While working with statewright on a different workflow over the weekend and Claude (as Claude does) attempted to write an intricate bash script to work around a guardrail... and statewright blocked it! I think that was when I knew there was some real power behind what's been built here. Enforcement has to be structural, not advisory.

Also, being generally useful for things besides coding you can start to think about things like SOC 2 change management. Every change needs a plan, a human review gate, audited implementation, pull request, review, human approval, and then finally a human to approve a production deployment. Today teams enforce this with checklists and hope. An agent constrained by a workflow that won't let it deploy without all the prerequisite pieces is enterprise delivery with an auditable paper trail and humans injected for approvals where they need to be - not managing each change's lifecycle.
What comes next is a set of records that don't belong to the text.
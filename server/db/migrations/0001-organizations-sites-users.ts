import { DataTypes } from 'sequelize';
import { recordColumns, type Migration } from '../migration';

/** Organisations, their sites, people and who belongs to which site (DESIGN §1, §4). */
export const organizationsSitesUsers: Migration = {
  name: '0001-organizations-sites-users',
  async up(queryInterface) {
    await queryInterface.createTable('organizations', {
      id: { type: DataTypes.UUID, primaryKey: true },
      name: { type: DataTypes.STRING(200), allowNull: false },
      ...recordColumns,
    });
    await queryInterface.createTable('sites', {
      id: { type: DataTypes.UUID, primaryKey: true },
      organizationId: { type: DataTypes.UUID, allowNull: false, references: { model: 'organizations', key: 'id' } },
      code: { type: DataTypes.STRING(8), allowNull: false, unique: true },
      name: { type: DataTypes.STRING(200), allowNull: false },
      processingLat: { type: DataTypes.DOUBLE, allowNull: true },
      processingLon: { type: DataTypes.DOUBLE, allowNull: true },
      /** Default economic parameters as JSON text, read and checked by the shortlist service. */
      economics: { type: DataTypes.TEXT, allowNull: true },
      ...recordColumns,
    });
    await queryInterface.createTable('users', {
      id: { type: DataTypes.UUID, primaryKey: true },
      organizationId: { type: DataTypes.UUID, allowNull: false, references: { model: 'organizations', key: 'id' } },
      email: { type: DataTypes.STRING(254), allowNull: false, unique: true },
      name: { type: DataTypes.STRING(200), allowNull: false },
      role: { type: DataTypes.STRING(16), allowNull: false },
      /** Lab users belong to one laboratory and see only its batches. */
      labName: { type: DataTypes.STRING(200), allowNull: true },
      passwordHash: { type: DataTypes.STRING(100), allowNull: true },
      isDisabled: { type: DataTypes.BOOLEAN, allowNull: false, defaultValue: false },
      ...recordColumns,
    });
    await queryInterface.createTable('memberships', {
      id: { type: DataTypes.UUID, primaryKey: true },
      userId: { type: DataTypes.UUID, allowNull: false, references: { model: 'users', key: 'id' }, onDelete: 'CASCADE' },
      siteId: { type: DataTypes.UUID, allowNull: false, references: { model: 'sites', key: 'id' }, onDelete: 'CASCADE' },
      createdAt: { type: DataTypes.DATE, allowNull: false },
      updatedAt: { type: DataTypes.DATE, allowNull: false },
    });
    await queryInterface.addIndex('memberships', ['userId', 'siteId'], { unique: true });
    await queryInterface.addIndex('memberships', ['siteId']);
  },
  async down(queryInterface) {
    await queryInterface.dropTable('memberships');
    await queryInterface.dropTable('users');
    await queryInterface.dropTable('sites');
    await queryInterface.dropTable('organizations');
  },
};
The piece I'm most excited about is agent-generated workflows. You solve a problem once and maintain your context, then point the agent at the JSON schema and it creates and uploads a new workflow to statewright automatically that you can use immediately. No fine-tuning, no exhaustive prompt engineering, no dozens of agents... best-fit lightweight guardrails that agents help build themselves, compiling your intent into structure the models can't weasel their way out of. This is a fundamentally different reality than what the current state of the art is practicing. I think that's a big deal.